Given two symmetric matrices, \(A\) and \(B\), how can we determine the vector \(u\) such that \(u^{\top} A u\) is maximal, knowing that \(u^{\top} B u = 1\)? We simply take \(u\) as the eigenvector of \(B^{-1}A\) associated with \(\lambda\), the maximal eigenvalue of \(B^{-1}A\). We thus obtain \[u^{\top} A u = u^{\top}\lambda M u = \lambda U^{\top} M u = \lambda.\]
If \(A\) has eigenvalues (real, but not necessarily distinct) \(\lambda_{1}, \dots, \lambda_{n}\), then
\(\text{det}(A) = \prod_{i = 1}^{n} \lambda_i\)
\(\text{tr}(A) = \sum_{i = 1}^{n} \lambda_i.\)
Using the spectral decomposition theorem, there exists an invertible matrix \(P\) such that \(A = P \Lambda P^{-1}\), where \(\Lambda\) is a diagonal matrix containing the eigenvalues.

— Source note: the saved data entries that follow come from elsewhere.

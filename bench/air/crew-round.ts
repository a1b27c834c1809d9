import type { AirProfile, Fill, FillSetup, SupplyState } from '../../app/air/contract';
import { newAllSeeing } from './all-seeing';
import { type Coach, drawCoach, drawDeficit, type WorldTire } from './coach';
import { runFill, type Watch } from './fill-run';
import { psi, toPsi } from './flow';
import { readGauge } from './gauges';
import type { Habits } from './habits';
import type { FillOutcome } from './outcome';
import { BETWEEN_TIRES_S, perfectFrom, walkOn } from './people-round';
import { handsAlone, LATE_HANDS } from './perfect';
import { between, chance, type Dice, diceFor } from './random';
import { activeTire, startWorld, type World } from './world';

export type CreateFill = (setup: FillSetup) => Fill;

/** Share of rounds in which somebody has set fast idle before the first tire. */
const FAST_AT_START = 0.85;
/** A gauge at a cold check repeats itself within about this, kPa. */
const CHECK_NOISE_KPA = psi(0.12);
const TIRES = 4;

export interface CrewPlan {
  habits: Habits;
  /** Rounds on the same coach, each with what the one before taught. */
  rounds: number;
  /** Absent: the all-seeing adviser. */
  createFill: CreateFill | null;
  watch?: (tire: number) => Watch | undefined;
}

/** A crew that follows an adviser round the coach, once or more often. */
export function roundsByCrew(id: number, plan: CrewPlan): FillOutcome[] {
  const outcomes: FillOutcome[] = [];
  let profile: AirProfile | undefined;
  for (let round = 0; round < plan.rounds; round++) {
    const walk = newWalk(id, round, profile);
    for (let index = 0; index < TIRES; index++) {
      outcomes.push(fillTire(walk, plan, index, round * TIRES + index));
    }
    profile = walk.profile;
  }
  return outcomes;
}

interface Walk {
  world: World;
  dice: Dice;
  seed: number;
  profile: AirProfile | undefined;
  /** The supply's state as the fill before left it, asked when the next one starts. */
  supplyAt: ((secondsLater: number) => SupplyState) | null;
}

function newWalk(id: number, round: number, profile: AirProfile | undefined): Walk {
  const world = startWorld(coachFor(id, round), round);
  const dice = diceFor(id, 4, round);
  world.speed = chance(dice, FAST_AT_START) ? 'fast-idle' : 'idle';
  return { world, dice, seed: id * 16 + round * 4 + 1, profile, supplyAt: null };
}

/** On another day the same coach has lost air again, each tire its own. */
function coachFor(id: number, round: number): Coach {
  const coach = drawCoach(id);
  if (round === 0) return coach;
  const dice = diceFor(id, 5, round);
  const tires = coach.tires.map((tire) => ({ ...tire, startKpa: leakedTo(dice, coach, tire) }));
  return { ...coach, tires };
}

function leakedTo(dice: Dice, coach: Coach, tire: WorldTire): number {
  const plan = { hard: coach.hard, targetPsi: toPsi(tire.targetKpa) };
  return psi(plan.targetPsi - drawDeficit(dice, coach, plan));
}

function fillTire(walk: Walk, plan: CrewPlan, index: number, tire: number): FillOutcome {
  const { world } = walk;
  world.active = index;
  const pause = between(walk.dice, ...BETWEEN_TIRES_S);
  walkOn(world, pause);
  // A stream for each fill, so that another answer in one does not shift the chances of the next.
  const dice = diceFor(world.coach.id, 6, tire);
  const best = perfectFrom(world);
  const shared = { tire, perfectSeconds: best.seconds, habits: plan.habits, dice };
  const watch = plan.watch?.(tire);
  if (!plan.createFill) {
    const hands = plan.habits.alone ? handsAlone(world.coach.walkS) : LATE_HANDS;
    return runFill(world, newAllSeeing(world, hands), { ...shared, watch });
  }
  const setup = setupFor(walk, plan.habits, dice, pause);
  watch?.began?.(setup);
  const fill = plan.createFill(setup);
  const outcome = runFill(world, fill, { ...shared, watch });
  const endedAt = outcome.seconds;
  walk.profile = asJson(fill.profile());
  walk.supplyAt = (later) => asJson(fill.supplyAt(endedAt + later));
  return outcome;
}

/** Profiles and states are kept as JSON, so here too. */
function asJson<T>(value: T): T {
  return JSON.parse(JSON.stringify(value)) as T;
}

function setupFor(walk: Walk, habits: Habits, dice: Dice, pauseS: number): FillSetup {
  const { coach } = walk.world;
  const tire = activeTire(walk.world);
  const gauge = { ...coach.tireGauge, noiseKpa: CHECK_NOISE_KPA };
  return {
    tire: {
      startKpa: readGauge(gauge, tire.startKpa, dice),
      targetKpa: tire.targetKpa,
      toleranceKpa: tire.toleranceKpa,
      volumeL: tire.saidVolumeL,
      limitKpa: tire.limitKpa,
    },
    rig: rigOf(coach, habits),
    lowerBy: coach.lowerBy,
    crew: habits.alone ? { helper: false, walkSeconds: Math.round(coach.walkS) } : { helper: true },
    atmosphereKpa: Math.round(coach.atmosphereKpa * 10) / 10,
    seed: walk.seed + walk.world.active,
    ...(walk.profile ? { profile: walk.profile } : {}),
    ...(walk.supplyAt ? { supply: walk.supplyAt(pauseS) } : {}),
  };
}

function rigOf(coach: Coach, habits: Habits): NonNullable<FillSetup['rig']> {
  if (habits.dashOnly) {
    return { gauge: 'dash-only', valve: coach.valve, stepKpa: coach.dash.stepKpa };
  }
  const gauge = coach.valve ? ('above-valve' as const) : ('at-chuck' as const);
  return { gauge, valve: coach.valve, stepKpa: coach.tee.stepKpa };
}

We therefore have, for the determinant,
\[\text{det}(A) = \text{det}(P \Lambda P^{-1}) = \text{det}(P)\text{det}(\Lambda)\text{det}(P^{-1}) = \text{det}(P)\text{det}(\Lambda)\text{det}(P)^{-1} = \text{det}(\lambda) = \prod_{i = 1}^{n} \lambda_i, \]
and, for the trace,
\[\text{tr}(A) = \text{tr}(P \Lambda P^{-1}) = \text{tr}(P^{-1} P \Lambda) = \text{tr}(\Lambda) = \sum_{i = 1}^{n} \lambda_i.\]
References
Deisenroth, Marc Peter, A. Aldo Faisal, and Cheng Soon Ong. 2020.
Mathematics for Machine Learning. 1st ed. Cambridge University Press.
https://doi.org/10.1017/9781108679930.
Grifone, Joseph. 2024. Algèbre Linéaire. 7e edition. Toulouse: CEPADUES.